The decision, which the department said is necessary to save 110,000 jobs in the auto industry, was attacked immediately as a cave-in to major auto makers and an ominous sign that the nation is abandoning its goal of energy self-sufficiency.
General Motors Corp. and Ford Motor Co. had insisted that the 1986 standard--that each company’s fleet average 27.5 miles per gallon--would have forced them to cut back their production of large, high-performance cars to avoid millions of dollars in civil penalties.
The same standard is already in effect for 1985 cars, and both GM and Ford failed to meet it.
Ford Avoided Penalties
Ford avoided penalties by taking credit for exceeding standards in previous years. GM said that it hopes to achieve the same result by exceeding standards in the three subsequent years.
The new standard of 26 miles per gallon--assuming the Transportation Department formally adopts it after public hearings scheduled for Aug. 8 and 9--will apply to the auto makers’ 1986 fleets, which will begin appearing in showrooms this fall.
But the department’s National Highway Traffic Safety Administration delayed action on a request from the auto makers for similar reductions for the 1987 and 1988 model years, when the standard is now scheduled to remain at 27.5 miles per gallon in the Environmental Protection Agency’s fuel economy ratings.
In announcing the decision, the NHTSA said that the current standard, mandated by Congress a decade ago, “does not meet the statutory test of ‘economic practicability.’ GM and Ford are not expected to meet the 27.5 standard, and serious adverse economic consequences, including plant closing, unemployment and restrictions on consumer choice, could result.”
The Commerce Department had estimated that 110,000 American jobs would be lost if the standard is not changed, according to Robert Ross, a spokesman for the NHTSA.
The decision was immediately denounced by environmentalists, consumer groups and Chrysler Corp.
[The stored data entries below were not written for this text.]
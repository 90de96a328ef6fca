using System.Globalization;
using System.Text;
using LoadWatch.Notices;
using LoadWatch.Service.Arrivals;
using LoadWatch.Service.Configuration;
using LoadWatch.Service.Export;
using LoadWatch.Storage;
using LoadWatch.Storage.Recordings;

namespace LoadWatch.Service.Explain;

/// <summary>What became of a file: its state with the reason, where it was seen, and the sessions it gave.</summary>
public static class FileExplanation
{
    /// <summary>Null where no arrival has that path or hash.</summary>
    public static string? Of(WorkingConfiguration configuration, StoreSession session, string word)
    {
        var found = MeantArrivals.Of(session, word);
        return found.Count == 0 ? null : string.Join(Environment.NewLine, found.Select(arrival => Write(configuration, session, arrival)));
    }

    private static string Write(WorkingConfiguration configuration, StoreSession session, Arrival arrival)
    {
        var text = new StringBuilder();
        text.AppendLine(CultureInfo.InvariantCulture, $"{arrival.Sha}  {arrival.Kind ?? "not decoded yet"}, {arrival.Size} bytes");
        text.AppendLine(CultureInfo.InvariantCulture, $"    {Words.Of(arrival.State)}{(arrival.Reason is { } reason ? $": {OneLine.Of(reason)}" : "")}");
        foreach (var sighting in session.Sightings.Of(arrival.Sha))
        {
            text.AppendLine(CultureInfo.InvariantCulture, $"    seen as {OneLine.Of(sighting.Path)} in {OneLine.Of(sighting.Inbox)}");
        }

        if (arrival.ParentSha is { } parent)
        {
            text.AppendLine(CultureInfo.InvariantCulture, $"    came inside {parent[..12]}");
        }

        var decisions = session.Decisions.OfArrival(arrival.Sha);
        foreach (var decision in decisions)
        {
            text.AppendLine(CultureInfo.InvariantCulture, $"    {DecisionText.Sentence(decision, decisions)}");
        }

        foreach (var activity in configuration.People.Keys.SelectMany(id => session.Activities.OfPerson(id)))
        {
            foreach (var key in activity.RecordingKeys.Where(key => key.StartsWith(arrival.Sha, StringComparison.Ordinal)))
            {
                var role = key == activity.Winner.Key ? "is" : "is superseded in";
                text.AppendLine(CultureInfo.InvariantCulture, $"    part {key[65..]} {role} the session {Words.Start(activity.Winner.Start.WithOffset(activity.Winner.LocalOffset))} of {activity.Winner.Person}");
            }
        }

        return text.ToString();
    }
}
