using System.Globalization;
using System.Text;
using LoadWatch.Days;
using LoadWatch.People;
using LoadWatch.Service.Export;
using NodaTime;
using static LoadWatch.Service.Explain.DayTrendText;

namespace LoadWatch.Service.Explain;

/// <summary>A day's trends of load with the loads that they are computed from.</summary>
internal static class LoadTrendText
{
    private const int WeekDays = 7;
    private const int WeeksBefore = 3;

    /// <param name="day">As it is stored.</param>
    /// <param name="days">Those up to it by its reference values; of them the last 28 are read.</param>
    public static void Append(StringBuilder text, Day day, IReadOnlyList<Day> days, Group group)
    {
        Line(text, $"load ({group.LoadQuantity})", day.Load);
        AppendLoads(text, day.Date, days.ToDictionary(one => one.Date));
        Line(text, "acute = sum of the known loads of 7 days x 7 / known days", day.Acute);
        Line(text, "chronic = mean week of 28 days: sum of their known loads x 7 / known days", day.Chronic);
        Line(text, "mean week of days 8 to 28 back: sum of their known loads x 7 / known days", day.ChronicBefore);
        Line(text, "ratio, coupled = acute / chronic (Lolli et al. 2019, Br J Sports Med 53:921-922)", day.RatioCoupled);
        Line(text, "ratio, uncoupled = acute / mean week of days 8 to 28 back (Windt and Gabbett 2018, Br J Sports Med 53:988-990)", day.RatioUncoupled);
        AppendAverages(text, day);
        Line(text, "ratio of exponential averages, E7 / E28 (Williams et al. 2017, Br J Sports Med 51:209-210)", day.RatioEwma);
        Line(text, "change against the week before, fraction", day.WeeklyChange);
        Line(text, $"monotony = mean / SD ({group.Deviation.Divisor()}) of 7 days (Foster 1998)", day.Monotony);
        Line(text, "strain = week x monotony (Foster 1998)", day.Strain);
        Line(text, "share of 7 days with known load", day.Coverage7);
        Line(text, "share of 28 days with known load", day.Coverage28);
    }

    private static void AppendLoads(StringBuilder text, LocalDate date, Dictionary<LocalDate, Day> days)
    {
        var week = Enumerable.Range(0, WeekDays).Select(at => date.PlusDays(at + 1 - WeekDays));
        text.AppendLine(CultureInfo.InvariantCulture, $"        the 7 days to {Words.Date(date)}: {string.Join(", ", week.Select(one => Number(days.GetValueOrDefault(one)?.Load)))}");
        var weeks = Enumerable.Range(1, WeeksBefore).Select(back =>
        {
            var last = date.PlusDays(-WeekDays * back);
            List<double> known = [.. Enumerable.Range(0, WeekDays).Select(at => days.GetValueOrDefault(last.PlusDays(-at))?.Load).OfType<double>()];
            return $"W{back} to {Words.Date(last)} {(known.Count == 0 ? "unknown" : Number(known.Sum()))}{(known.Count is > 0 and < WeekDays ? $" ({known.Count} days known)" : "")}";
        });
        text.AppendLine(CultureInfo.InvariantCulture, $"        the weeks before: {string.Join(", ", weeks)}");
    }

    private static void AppendAverages(StringBuilder text, Day day)
    {
        Line(text, "exponential average E7 = lambda x load + (1 - lambda) x E7 of the day before, lambda = 2 / (7 + 1) = 0.25, a day", day.EwmaAcute);
        Line(text, "exponential average E28, the same with lambda = 2 / (28 + 1) = 0.069, a day", day.EwmaChronic);
        if (day.DaysSinceFirstCovered is { } ago)
        {
            text.AppendLine(CultureInfo.InvariantCulture, $"        both start with the first known load, that of {Words.Date(day.Date.PlusDays(-ago))}, and stay as they were over an unknown day (a choice)");
        }
    }
}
Chairman Lee A. Iacocca, whose company’s fleet is dominated by small, fuel-efficient automobiles and would have met the new standard.
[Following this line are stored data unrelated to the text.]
using System.Globalization;

namespace LoadWatch.Activities;

/// <summary>The key of a recording, and of the activity that it wins: <c>sha/part</c>.</summary>
public static class RecordingKey
{
    public static string Of(string sha, int part) => string.Create(CultureInfo.InvariantCulture, $"{sha}/{part}");

    /// <exception cref="FormatException">Not a key.</exception>
    public static (string Sha, int Part) Parse(string key)
    {
        ArgumentNullException.ThrowIfNull(key);
        var slash = key.LastIndexOf('/');
        return slash < 0 ? throw new FormatException($"\"{key}\" is no key of a recording") : (key[..slash], int.Parse(key[(slash + 1)..], CultureInfo.InvariantCulture));
    }
}
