using LoadWatch.Quality;
using LoadWatch.Recordings;

namespace LoadWatch.Activities;

/// <summary>One channel of a recording after the quality cuts: its usable readings in time order, as columns.</summary>
public sealed class UsableChannel
{
    private readonly long[] times;
    private readonly double[] values;
    private readonly int[] milliseconds;

    /// <param name="samples">Usable readings in time order.</param>
    /// <param name="share">Time of the usable readings over the sampled time, 0 to 1.</param>
    public UsableChannel(Channel channel, IReadOnlyList<UsableSample> samples, double share)
        : this(
            channel,
            [.. samples.Select(sample => sample.UnixMilliseconds)],
            [.. samples.Select(sample => sample.Value)],
            [.. samples.Select(sample => sample.Milliseconds)],
            samples.Count,
            share)
    {
    }

    /// <summary>Takes the columns as they are, which may be those of the recording itself and may be longer than what is usable.</summary>
    internal UsableChannel(Channel channel, long[] times, double[] values, int[] milliseconds, int count, double share)
    {
        this.times = times;
        this.values = values;
        this.milliseconds = milliseconds;
        (Channel, Count, Share) = (channel, count, share);
    }

    public Channel Channel { get; }

    /// <summary>Number of usable readings.</summary>
    public int Count { get; }

    /// <summary>Time of the usable readings over the sampled time: that of all dated rows while the timer ran, 0 to 1.</summary>
    public double Share { get; }

    /// <summary>What of the channel is not usable, by reason, then by time; with <see cref="Share"/> their shares add up to 1.</summary>
    public IReadOnlyList<Cut> Cuts { get; init; } = [];

    /// <summary>When each was taken, milliseconds since 1970-01-01T00:00:00Z.</summary>
    public ReadOnlySpan<long> UnixMilliseconds => times.AsSpan(0, Count);

    /// <summary>In the channel's unit, within <see cref="ChannelLimits"/>.</summary>
    public ReadOnlySpan<double> Values => values.AsSpan(0, Count);

    /// <summary>How long each stands, 0 to <see cref="UsableSamples.LongestMilliseconds"/>.</summary>
    public ReadOnlySpan<int> Milliseconds => milliseconds.AsSpan(0, Count);

    /// <summary>The same one by one, copied.</summary>
    public IReadOnlyList<UsableSample> Samples => [.. Enumerable.Range(0, Count).Select(at => new UsableSample(times[at], values[at], milliseconds[at]))];

    /// <summary>Only those readings that stand for some time.</summary>
    public UsableChannel Held()
    {
        var held = 0;
        foreach (var duration in Milliseconds)
        {
            held += duration > 0 ? 1 : 0;
        }

        // The last stands for none; mostly it is the only one.
        return held == Count - 1 && milliseconds[held] == 0 ? new UsableChannel(Channel, times, values, milliseconds, held, Share) { Cuts = Cuts } : Without0(held);
    }

    private UsableChannel Without0(int held)
    {
        var (heldTimes, heldValues, heldMilliseconds) = (new long[held], new double[held], new int[held]);
        for (int from = 0, to = 0; to < held; from++)
        {
            if (milliseconds[from] > 0)
            {
                (heldTimes[to], heldValues[to], heldMilliseconds[to]) = (times[from], values[from], milliseconds[from]);
                to++;
            }
        }

        return new UsableChannel(Channel, heldTimes, heldValues, heldMilliseconds, held, Share) { Cuts = Cuts };
    }
}

/// <summary>A usable reading and the time that it stands for.</summary>
/// <param name="UnixMilliseconds">Milliseconds since 1970-01-01T00:00:00Z.</param>
/// <param name="Value">In the channel's unit, within <see cref="ChannelLimits"/>.</param>
/// <param name="Milliseconds">0 to <see cref="UsableSamples.LongestMilliseconds"/>.</param>
public readonly record struct UsableSample(long UnixMilliseconds, double Value, int Milliseconds);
‘Unfair to American People’
“I’m a little more than unhappy . . . . “ Iacocca said. “It’s unfair to Chrysler but, more importantly, it’s unfair to the American people . . . . We are about to put a tombstone up, and it’s going to read: ‘Here Lies America’s Energy Policy.’ ”
Clarence Ditlow, executive director of the Center for Automobile Safety, said that the rollback represents “a complete about-face” by the federal government, which until last year was looking at the prospect of increasing the standard beyond 27.5 miles per gallon.
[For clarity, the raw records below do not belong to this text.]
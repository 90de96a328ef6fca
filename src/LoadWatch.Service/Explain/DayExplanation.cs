using System.Globalization;
using System.Text;
using LoadWatch.Days;
using LoadWatch.Findings;
using LoadWatch.Notices;
using LoadWatch.People;
using LoadWatch.Service.Configuration;
using LoadWatch.Service.Export;
using LoadWatch.Service.Pipeline;
using LoadWatch.Storage;
using LoadWatch.Storage.Decisions;
using NodaTime;

namespace LoadWatch.Service.Explain;

/// <summary>A person's day: state, sessions, trends with their coverage, findings.</summary>
public static class DayExplanation
{
    /// <summary>Null where the word is nobody's id.</summary>
    public static string? Of(WorkingConfiguration configuration, StoreSession session, string person, LocalDate? date)
    {
        if (!configuration.People.TryGetValue(person, out var known))
        {
            return null;
        }

        var day = date is { } wanted ? session.Days.OfPerson(known.Id, wanted, wanted).FirstOrDefault() : LastDay.Of(session, known.Id);
        var text = new StringBuilder();
        if (day is null)
        {
            text.AppendLine(CultureInfo.InvariantCulture, $"{OneLine.Of(known.Name)}: nothing is computed for {(date is { } missing ? Words.Date(missing) : "any day yet")}.");
            AppendDecisions(text, session, known.Id, date);
            return text.ToString();
        }

        text.AppendLine(CultureInfo.InvariantCulture, $"{OneLine.Of(known.Name)}, {Words.Date(day.Date)}: {Words.Of(day.State)}{(day.StateSource is { } source ? $" ({source})" : "")}");
        AppendDecisions(text, session, known.Id, day.Date);
        var basis = TableBasis.Of(configuration, session);
        foreach (var quiet in NotWatched.Of(session.Days.OfPerson(known.Id, day.Date.PlusDays(-LoadCalendar.LookBackDays), day.Date), configuration.GroupOf(known).Limits))
        {
            text.AppendLine(CultureInfo.InvariantCulture, $"    {quiet.Sentence(day.Date)}");
        }

        var limits = new TodaysLimits(configuration, basis);
        LoadTrendText.Append(text, day, limits.DaysTo(session, known, day.Date), configuration.GroupOf(known));
        DayTrendText.Append(text, day, session.Days.Before(known.Id, day.Date.PlusDays(1), day.Date));
        RoomText.Append(text, limits, session, known, date is null ? [day.Date, day.Date.PlusDays(1)] : [day.Date]);
        ReferenceExplanation.Append(text, known, configuration.GroupOf(known), basis, day.Date);
        ReferenceExplanation.AppendObserved(text, known, basis, day.Date);
        TestText.Append(text, session, basis, known, day.Date);
        var recorded = session.Activities.OfPerson(known.Id, day.Date, day.Date).ToDictionary(activity => activity.Key, StringComparer.Ordinal);
        foreach (var activity in PersonTraining.Of(session, configuration, basis, known, day.Date, day.Date).Activities)
        {
            text.AppendLine();
            SessionText.Append(text, session, activity, recorded.GetValueOrDefault(activity.Key));
        }

        foreach (var finding in session.Findings.OfPerson(known.Id, day.Date, day.Date))
        {
            text.AppendLine();
            FindingExplanation.Append(text, finding);
        }

        return text.ToString();
    }

    /// <summary>What staff said of the date, withdrawn or not: who, when, and why.</summary>
    private static void AppendDecisions(StringBuilder text, StoreSession session, string person, LocalDate? date)
    {
        if (date is not { } day)
        {
            return;
        }

        var decisions = session.Decisions.OfPerson(person);
        var about = decisions.Where(decision => decision.Subject == person && IsAbout(decision, day)).Select(decision => decision.Id).ToHashSet(StringComparer.Ordinal);
        foreach (var decision in decisions.Where(decision => about.Contains(decision.Id) || about.Contains(decision.Subject)))
        {
            text.AppendLine(CultureInfo.InvariantCulture, $"    {DecisionText.Sentence(decision, decisions)}");
        }
    }

    private static bool IsAbout(Decision decision, LocalDate day) => decision.From <= day && decision.Kind switch
    {
        DecisionKind.Ill or DecisionKind.Injured or DecisionKind.Away => !(day > decision.Until),
        _ => day <= (decision.Until ?? decision.From),
    };
}
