using System.Security.Cryptography;
using LoadWatch.Decoding;
using LoadWatch.Service.Arrivals;
using LoadWatch.Service.Tests.Pipeline;

namespace LoadWatch.Service.Tests.Arrivals;

public class MemberPlacesTests
{
    private static readonly DecoderSet Decoders = new([]);

    [Fact]
    public void EveryContentOfAZipIsFoundAlsoInsideGzip()
    {
        var (ride, walk) = (Some.Fit(Some.Yesterday), Some.Fit(Some.Yesterday, 10));
        var zip = Some.Zip(("a.fit", ride), ("b.fit.gz", Some.Gzip(walk)), ("again.fit", ride));
        var places = new MemberPlaces(Decoders);

        Assert.Equal(ride, places.Find(Sha(zip), "week.zip", zip, Sha(ride))!.Bytes.ToArray());
        var inner = places.Find(Sha(zip), "week.zip", zip, Sha(walk))!;
        Assert.Equal((walk.Length, "week.zip!/b.fit.gz!/b.fit", Sha(zip)), (inner.Bytes.Length, inner.Path, inner.ParentSha));
        Assert.Equal(zip, places.Find(Sha(zip), "week.zip", zip, Sha(zip))!.Bytes.ToArray());
        Assert.Null(places.Find(Sha(zip), "week.zip", zip, Sha([1, 2, 3])));
    }

    [Fact]
    public void AFileThatIsNoZipIsItself()
    {
        var (ride, packed) = (Some.Fit(Some.Yesterday), Some.Gzip(Some.Fit(Some.Yesterday)));
        var places = new MemberPlaces(Decoders);

        Assert.Equal(ride, places.Find(Sha(ride), "a.fit", ride, Sha(ride))!.Bytes.ToArray());
        Assert.Equal(ride, places.Find(Sha(packed), "a.fit.gz", packed, Sha(ride))!.Bytes.ToArray());
    }

    [Fact]
    public void OnceAZipIsKnownOnlyTheMemberWantedIsUnpacked()
    {
        var members = Enumerable.Range(0, 30).Select(number => Enumerable.Repeat((byte)number, 1 << 20).ToArray()).ToList();
        var zip = Some.Zip([.. members.Select((bytes, number) => ($"{number}.csv", bytes))]);
        var places = new MemberPlaces(Decoders);
        places.Find(Sha(zip), "week.zip", zip, Sha(members[0]));
        var before = GC.GetAllocatedBytesForCurrentThread();

        Assert.NotNull(places.Find(Sha(zip), "week.zip", zip, Sha(members[29])));

        Assert.InRange(GC.GetAllocatedBytesForCurrentThread() - before, 1 << 20, 3 << 20);
    }

    private static string Sha(byte[] bytes) => Convert.ToHexStringLower(SHA256.HashData(bytes));
}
“Simply put, the Department of Transportation has destroyed the most effective fuel economy program in existence,” Ditlow said. “If they don’t reverse their decision, we’re going to sue.”
Ditlow, arguing that the technology to meet the higher standard already exists, said that the rollback would violate the intent of Congress, which in 1975 adopted a schedule requiring auto makers to meet the 27.5 miles-per-gallon standard for model years beginning with 1985. Congress authorized the NHTSA to ease the schedule if it proved unfeasible--but also to raise the standard to the “maximum feasible” level.
Joan Claybrook, a former NHTSA administrator who is now director of the consumer group Public Citizen, said that the decision represents a “quashing of the development of new technology and advanced fuel-economy capability.”
Penalties Called Affordable
John Hammond, director of automotive consulting for Data Resources Inc., of Lexington, Mass., said that GM and Ford easily could have afforded the substantial civil penalties they would have been required to pay under the more stringent standards if they had continued to produce larger cars. The penalty is $50 per car for every mile per gallon by which a company’s fleet falls short of the government mileage standard.
“The total would have been millions of dollars,” Hammond said. “But GM could have made it up with the sale of 40,000 more large cars. For GM, that’s a drop in the bucket.”
GM already has incurred nearly $600 million in penalties for 1984 and 1985 model cars, when the standard was first 27 and then 27.5 miles per gallon.
Under the NHTSA’s regulations, GM can offset those penalties if it exceeds the standard for any of the next three years--a prospect that would grow more likely if the 1986 standard is reduced to 26 miles per gallon.